I am currently following a tutorial on OS development, which includes a discussion on bootloaders.
My bootloader is currently in 16-bit real mode, therefore, I am able to use the BIOS interrupts provided (e.g. VGA video interrupts, etc.).
The BIOS provides the video interrupt 0x10
(i.e. video teletype output). The video interrupt has the function 0x0E
, which allows me to print a character to the screen.
Here is this basic bootloader:
org 0x7c00 ; Set program start (origin) address location at 0x7c00.
; This program is loaded by the BIOS at 0x7c00.
bits 16 ; We live in 16-bit Real Mode.
start:
jmp loader
bootmsg db "Welcome to my Operating System!", 0 ; My data string.

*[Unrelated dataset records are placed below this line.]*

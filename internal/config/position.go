package config

import (
	"strings"

	"ionfall/internal/inputerr"
)

// position counts from 1.
type position struct{ line, col int }

// origin is where a Case was read. It is never changed, so copies of a Case share it.
type origin struct {
	file string
	pos  map[string]position
}

// Position is where the value of a key path was written: "numerics.cells",
// "drive.tones.0.frequency", or "gas.mixture.Ar" for the name of a gas. For a key that was left
// out it is the nearest mapping or list around it. Line and column count from 1, and are 0 if the
// Case was not read from a file.
func (c *Case) Position(key string) (file string, line, col int) {
	if c.origin == nil {
		return "", 0, 0
	}
	for {
		if p, ok := c.origin.pos[key]; ok {
			return c.origin.file, p.line, p.col
		}
		if key == "" {
			return c.origin.file, 0, 0
		}
		key = key[:max(0, strings.LastIndexByte(key, '.'))]
	}
}

// Errorf is an error about the value of a key path, placed at its position. It is plain text, no
// format; parts may be empty.
func (c *Case) Errorf(key, got, want, hint string) *inputerr.Error {
	file, line, col := c.Position(key)
	return &inputerr.Error{
		File: file, Line: line, Col: col, Key: key, Got: got, Want: want, Hint: hint,
	}
}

;-------------------------------------------------------
; Description: Print a null terminating string
;-------------------------------------------------------
print:
lodsb ; Load string byte at address DS:SI and place in AL.
; Then, increment/decrement SI as defined by the Direction Flag (DF) in FLAGS.
or al, al ; Set the zero flag - is AL zero?
jz printdone ; Check if this is the null byte
mov ah, 0eh
int 10h
jmp print
printdone:
ret
loader:
;|---------- Related to my question ----------|
xor ax, ax
mov ds, ax
mov es, ax
;|--------------------------------------------|
mov si, bootmsg
call print
cli ; Clears all interrupts.
hlt ; Halts the system.
times 510 - ($-$$) db 0 ; Make sure our bootloader is 512 bytes large.
dw 0xAA55 ; Boot signature - Byte 511 is 0xAA and Byte 512 is 0x55, indicated a bootable disk.1
As shown in the above code, I have highlighted the following three lines:
xor ax, ax
mov ds, ax
mov es, ax
According to the original source, it says the following:
Setup segments to insure they are 0. Remember that we have ORG 0x7c00. This means all addresses are based from 0x7c00:0. Because the data segments are within the same code segment, null em.
I am a bit confused. From my understanding, the org
instruction tells the loader to load this program at address 0x7c00
. Why don't we take this as our start address then? Meaning, our two overlapping Data and Code segments are not located at a base address of zero. The base address should be 0x7c0. Why does the author set the base address to 0x0?
mov ax, 07c0h
mov dx, ax
mov es, ax
I have been looking into the org
instruction more and other documentation and I understand what is going on.
According to the NASM documentation on the org
directive, short for origin:
The function of the ORG directive is to specify the origin address which NASM will assume the program begins at when it is loaded into memory. [...] NASM's ORG does exactly what the directive says: origin. Its sole function is to specify one offset which is added to all internal address references within the section.
Therefore, the NASM compiler assumes that the program will be loaded at the address specified with the origin instruction (i.e. org
). The BIOS does exactly this. According to the following, once the BIOS finds a valid boot sector that contains a valid boot signature, the bootloader will be "loaded into memory at 0x0000:0x7c00 (segment 0, address 0x7c00)."
From the quote above, when the NASM documentation says "internal address references," it is referring to all references to concrete memory regions that are being used in the code (e.g. referencing a label, etc.). For example, the line in the bootloader code above: mov si, bootmsg
will resolve bootmsg
to 0x07c00 + offset
, where the offset is determined by the position of the first byte of my string bootmsg
(i.e. 'W').
With my code above, if I disassembly the bin file using the ndisasm utility I see the following:
00000000 EB2C jmp short 0x2e
00000002 57
00000003 656C
00000005 636F6D
00000008 6520746F
0000000C 206D79
0000000F 204F70
00000012 657261
00000015 7469
00000017 6E
00000018 67205379
0000001C 7374
0000001E 656D
00000020 2100
00000022 AC lodsb
00000023 08C0 or al,al
00000025 7406 jz 0x2d
00000027 B40E mov ah,0xe
00000029 CD10 int 0x10
0000002B EBF5 jmp short 0x22
0000002D C3 ret
0000002E 31C0 xor ax,ax
00000030 8ED8 mov ds,ax
00000032 8EC0 mov es,ax
00000034 BE027C mov si,0x7c02
00000037 E8E8FF call 0x22
0000003A FA cli
0000003B F4 hlt
00000... ... ...
(I removed the generated instructions from 0x00000002 to 0x00000020, because that is my bootmsg
string and is representing data, not code).
As we can see from the output assembly, at the address 0x00000034, my bootmsg
has been replaced with 0x7c02 (e.g. 0x7c00 + offset=0x02).
Michael Petch provided some very solid insight too. It is a common misconception to think the bootloader is loaded to 0x7c0:0x0000 (segment 0x07c0, offset 0). Although one could technically use this, it has been standardized to use the segment offset of zero instead (A good practice is to enforce CS:IP at the very start of your boot sector). As Michael has mentioned, if one wants more information, look at section 4 of the following guide on segment offset addressing.